I made the decision to put up with it when I married Damien, and I've become much more adept at handling the press. For the most part, they don't even bother us anymore. We'd been in the spotlight when the news leaked that Damien had paid me a cool million to pose nude for a portrait, of course. And then again when he'd been arrested for murder--and when the charges were dropped.

Later, they'd been in our face yet again when Damien had decided to publicly reveal the history of abuse that his tennis coach had inflicted on him for so many years. That's when Damien turned the tables and used the tabloids' interest in him to drive sympathy toward the Stark Children's Foundation, a nonprofit he set up to help abused and traumatized children through sports and play therapy.

There's been more press since our marriage, too, of course. Certainly, our wedding was big news, as was all the publicity and crises surrounding the Resort at Cortez, the island resort that Jackson designed for Stark Real Estate Development--and the project during which Damien--and the press--first learned that Jackson Steele was Damien Stark's half-brother.

There've been blackmail attempts, too. Assholes who tell us that all we have to do to keep things like racy photos out of the public eye is pay. Damien hasn't--not yet--choosing instead to use his resources to fight back. So far, he's been able to thwart the threats. But one day, he might not be able to.

One day, it might be our child at the center of a blackmail scheme. Our child that the paparazzi constantly follows. Our child who will be constantly watched. Constantly judge

d. Reviled for coming from money. Accused of being spoiled and out of touch.

And as for Damien and me . . .

Well, our every decision will be scrutinized, all our choices hashed out publicly. And God forbid our child ever does anything foolish, because the tabloids will eat her alive.

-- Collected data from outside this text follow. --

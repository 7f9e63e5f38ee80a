import { describe, expect, it } from "vitest";
import { buildModel, closeBetween, emptyMarks, INCH_MM, type ClosingFound, type Model, type RunDocument } from "@/iso";
import { directionText, endFromPoint, readClosingForm, EMPTY_END, type ClosingForm } from "@/components/run-editor/closing-form";
import { planInsert } from "@/components/run-editor/closing-insert";
import { closingPicture } from "@/components/run-editor/closing-picture";
import { editorReducer, initialState } from "@/components/run-editor/editor-state";
import { emptyDocument, testStamp } from "./fixtures";

/** Tape reading of the whole answer: a hundredth of an inch is far under it. */
const HUNDREDTH_IN = 2;

function formOf(end0: Partial<ClosingForm["end0"]>, end1: Partial<ClosingForm["end1"]>, change: Partial<ClosingForm> = {}): ClosingForm {
  return { nps: "6", rootGap: "0", end0: { ...EMPTY_END, ...end0 }, end1: { ...EMPTY_END, ...end1 }, ...change };
}

function answered(form: ClosingForm): { readonly found: ClosingFound; readonly input: Extract<ReturnType<typeof readClosingForm>, { ok: true }>["input"] } {
  const read = readClosingForm(form, "imperial", []);
  if (!read.ok) throw new Error(JSON.stringify(read.messages));
  const found = closeBetween(read.input);
  if (!found.ok) throw new Error(found.sentence);
  return { found, input: read.input };
}

function typed(...rows: readonly (readonly [move: string, item?: string])[]): RunDocument {
  const state = rows.reduce((now, [move, item], row) => {
    const at = (column: "move" | "item") => ({ runId: "main", row, column });
    const moved = editorReducer(now, { type: "commit", target: at("move"), text: move, step: "stay", stamp: testStamp() });
    return editorReducer(moved, { type: "commit", target: at("item"), text: item ?? "", step: "stay", stamp: testStamp() });
  }, initialState(emptyDocument(), testStamp()));
  return state.document;
}

function modelOf(document: RunDocument): Model {
  return buildModel(document, emptyMarks(), []);
}

describe("close between ends", () => {
  it("answers the common-practice check: NPS 6 long radius, 30 in set on 36 in of run, no gaps", () => {
    const { found } = answered(formOf({ direction: "E" }, { e: "36", n: "30", direction: "W" }));
    expect(found.bends.map((bend) => bend.angleText)).toEqual(["46.75°", "46.75°"]);
    expect(found.bends[0]?.takeOutText).toMatch(/^3 7\/8|^3 57\/64|^3 7/);
    expect(found.pipeLengthMm / INCH_MM).toBeCloseTo(33.407, HUNDREDTH_IN);
    expect(found.rollText).toMatch(/180/);
  });

  it("says per field what to type, and nothing while an end is still empty", () => {
    expect(readClosingForm(formOf({}, {}), "imperial", [])).toMatchObject({ ok: false, blank: true });
    const read = readClosingForm(formOf({ e: "x", direction: "E" }, { direction: "sideways" }), "imperial", []);
    expect(read).toMatchObject({ ok: false, blank: false });
    if (!read.ok) expect(Object.keys(read.messages).sort()).toEqual(["end0.e", "end1.direction"]);
    const half = readClosingForm(formOf({ e: "1-0", direction: "bogus" }, {}), "imperial", []);
    if (!half.ok) expect(Object.keys(half.messages)).toEqual(["end0.direction"]);
  });

  it("takes an end from a row: the weld end of a flange, the end of a bare pipe", () => {
    const model = modelOf(typed(["", "wn"], ["e 3-0"], ["u 2-0", "exist"]));
    const ids = model.document.runs[0]?.points.map((point) => point.id) ?? [];
    expect(endFromPoint(model, ids[0] ?? "", 0)).toMatchObject({ e: `3"`, n: `0"`, direction: "E" });
    expect(endFromPoint(model, ids[2] ?? "", 0)).toMatchObject({ e: `3'-0"`, u: `2'-0"`, direction: "U" });
  });

  it("writes directions so that they read back", () => {
    expect(directionText([0, Math.SQRT1_2, Math.SQRT1_2])).toBe("UN");
    expect(directionText([Math.sin(0.3), Math.cos(0.3), 0])).toMatch(/^017\.188734\/0$/);
  });

  it.each([["", "plain"], ["ecc 3 flat d", "after an eccentric reducer"]])("inserts at the end so that the run reaches the end given (%s)", (reducer) => {
    const document = typed(["", "wn"], ["e 4-0", reducer || "45"].slice(0, reducer ? 2 : 1) as [string, string?], ["e 3-0", "exist"]);
    const model = modelOf(document);
    const last = document.runs[0]?.points[2]?.id ?? "";
    const end0 = endFromPoint(model, last, 0);
    const form = formOf({ ...end0 }, { e: "14-0", n: "4-0", u: "1-0", direction: "W" }, { nps: reducer ? "3" : "4", rootGap: "1/8" });
    const { found, input } = answered(form);
    const plan = planInsert(form, found, input, model, testStamp());
    if (!plan.ok) throw new Error(plan.message);
    const after = modelOf(plan.document);
    const points = plan.document.runs[0]?.points ?? [];
    expect(points.map((point) => point.item.kind)).toEqual(["flange", reducer ? "reducer" : "none", "elbow", "elbow", "end"]);
    expect(after.problems.filter((problem) => problem.severity === "stop" || problem.code === "short-pup")).toEqual([]);
    const end = after.nodes.find((node) => node.pointId === points[4]?.id)?.position ?? [];
    expect([...end].map((mm) => mm / INCH_MM)).toEqual([expect.closeTo(168, 4), expect.closeTo(48, 4), expect.closeTo(12, 4)]);
    const closing = after.pieces.find((piece) => piece.legId === points[3]?.id);
    expect(closing?.cutLengthMm).toBeCloseTo(found.pipeLengthMm, 3);
    expect(after.joints.find((joint) => joint.pointId === points[4]?.id)).toMatchObject({ place: "field", b: null });
  });

  it("puts the closing between two rows and keeps what follows in its place", () => {
    const document = typed(["", "wn"], ["e 3-0", "gate"], ["N 3-0 E 6-0", "gate"], ["e 3-0", "wn"]);
    const model = modelOf(document);
    const ids = document.runs[0]?.points.map((point) => point.id) ?? [];
    const from = endFromPoint(model, ids[1] ?? "", 0);
    const form = formOf({ ...from, direction: "E" }, { ...endFromPoint(model, ids[2] ?? "", 1), direction: "W" }, { nps: "4", rootGap: "1/8" });
    const read = readClosingForm(form, "imperial", []);
    if (!read.ok) throw new Error(JSON.stringify(read.messages));
    const found = closeBetween(read.input);
    if (!found.ok) throw new Error(found.sentence);
    const plan = planInsert(form, found, read.input, model, testStamp());
    if (!plan.ok) throw new Error(plan.message);
    const after = modelOf(plan.document);
    expect(plan.document.runs[0]?.points).toHaveLength(6);
    const place = (from: Model, id: string) => from.nodes.find((node) => node.pointId === id)?.position.map((mm) => Math.round(mm * 1000) / 1000);
    expect(place(after, ids[2] ?? "")).toEqual(place(model, ids[2] ?? ""));
    expect(place(after, ids[3] ?? "")).toEqual(place(model, ids[3] ?? ""));
  });

  it("does not insert what a run cannot hold", () => {
    const model = modelOf(typed(["", "wn"], ["e 3-0"], ["e 3-0", "exist"]));
    const form = formOf({ direction: "E", radius: "own", ownRadius: "8" }, { e: "60", n: "30", direction: "W" });
    const { found, input } = answered(form);
    expect(planInsert(form, found, input, model, testStamp())).toMatchObject({ ok: false, message: expect.stringContaining("long- or short-radius") });
    const plain = formOf({ direction: "E" }, { e: "60", n: "30", direction: "W" });
    const other = answered(plain);
    expect(planInsert(plain, other.found, other.input, model, testStamp())).toMatchObject({ ok: false, message: expect.stringContaining("Take end 0 from a row") });
  });

  it("does not insert a closing worked out for another size or gap, nor one that takes a branch away", () => {
    const model = modelOf(typed(["", "wn"], ["e 3-0"], ["e 3-0", "exist"]));
    const last = model.document.runs[0]?.points[2]?.id ?? "";
    const end0 = endFromPoint(model, last, 0);
    const ends = [{ ...end0 }, { e: "14-0", n: "4-0", direction: "W" }] as const;
    const plan = (change: Partial<ClosingForm>) => {
      const form = formOf(...ends, change);
      const { found, input } = answered(form);
      return planInsert(form, found, input, model, testStamp());
    };
    expect(plan({ nps: "6", rootGap: "1/8" })).toMatchObject({ ok: false, message: expect.stringContaining("NPS 4 there") });
    expect(plan({ nps: "4", rootGap: "0" })).toMatchObject({ ok: false, message: expect.stringContaining("root gap") });
    expect(plan({ nps: "4", rootGap: "1/8" })).toMatchObject({ ok: true });
    const branched = modelOf(typed(["", "wn"], ["e 3-0"], ["e 3-0", "tee"], ["e 3-0"], ["N 3-0", "wn"]));
    const ids = branched.document.runs[0]?.points.map((point) => point.id) ?? [];
    const form = formOf({ ...endFromPoint(branched, ids[1] ?? "", 0) }, { ...endFromPoint(branched, ids[4] ?? "", 1) }, { nps: "4", rootGap: "1/8" });
    const { found, input } = answered(form);
    expect(planInsert(form, found, input, branched, testStamp())).toMatchObject({ ok: false, message: expect.stringContaining("carries a branch") });
  });

  it("starts an empty line with a typed closing, and draws it as a small run", () => {
    const form = formOf({ direction: "E" }, { e: "36", n: "30", direction: "W" }, { nps: "4", rootGap: "1/8" });
    const { found, input } = answered(form);
    const plan = planInsert(form, found, input, modelOf(emptyDocument()), testStamp());
    if (!plan.ok) throw new Error(plan.message);
    const line = modelOf(plan.document);
    expect(line.pieces).toHaveLength(1);
    expect(line.pieces[0]?.cutLengthMm).toBeCloseTo(found.pipeLengthMm, 3);
    const picture = modelOf(closingPicture(form, found, input, emptyDocument()));
    expect(picture.components.filter((component) => component.kind === "trimmed-elbow")).toHaveLength(2);
  });
});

I draw a breath, then sigh as I wipe my eyes once again.

The press had shined the spotlight on Damien even before he won the Junior Grand Prix at fifteen. He was too young, too talented, and too good-looking. Perhaps they would have looked away once he retired, but then there was scandal. And after that, money and the empire he built. Every step in Damien's life has drawn scrutiny, and I can't imagine that will stop any time soon.

Damien's wealth is a blessing in so many ways. A concrete manifestation of his incredible talent and intellect. And it's so damned unfair that what should feel like a boon--the ability to provide for a child in every way possible--feels so much like a curse.

My phone pings, signaling an incoming text. I scramble in my leather satchel to grab it, hoping it's Damien, but I can see immediately from the message on the lock screen that it's not--What makes you think you can handle it?

I stare at the cold, hard words and my insides twist as bile rises in my throat. I hesitate. My instinct is to just throw the damn thing back into my bag. But I don't. I open the app so I can see who sent it. But the number is blocked, and all I have is the horrible text.

I have no idea who sent it. I've never been particularly precious with my cell number. Mostly, I only give it to friends, but I also frequently use it for after-hours business or pass it along to important contacts.

In other words, it could be anyone. Maybe it's some bitch who resents me for having married Damien. For being pregnant with his child. Or maybe it's one of the potential contractors for the Greystone-Branch job, pissed off after hearing the rumors that I'm one of the final candidates.

Maybe it's Sofia, and she's not as healthy as everyone seems to think.

I don't know, and I don't care.

Except that's a lie. I do care. I care too damn much. And as I fight back tears, the words of the text rattle around in my head, banging up against my own dark thoughts. You, a mom? You, juggle work and a family? What makes you think you can handle it, Nikki? What makes you think you're even remotely prepared for this? For any of this?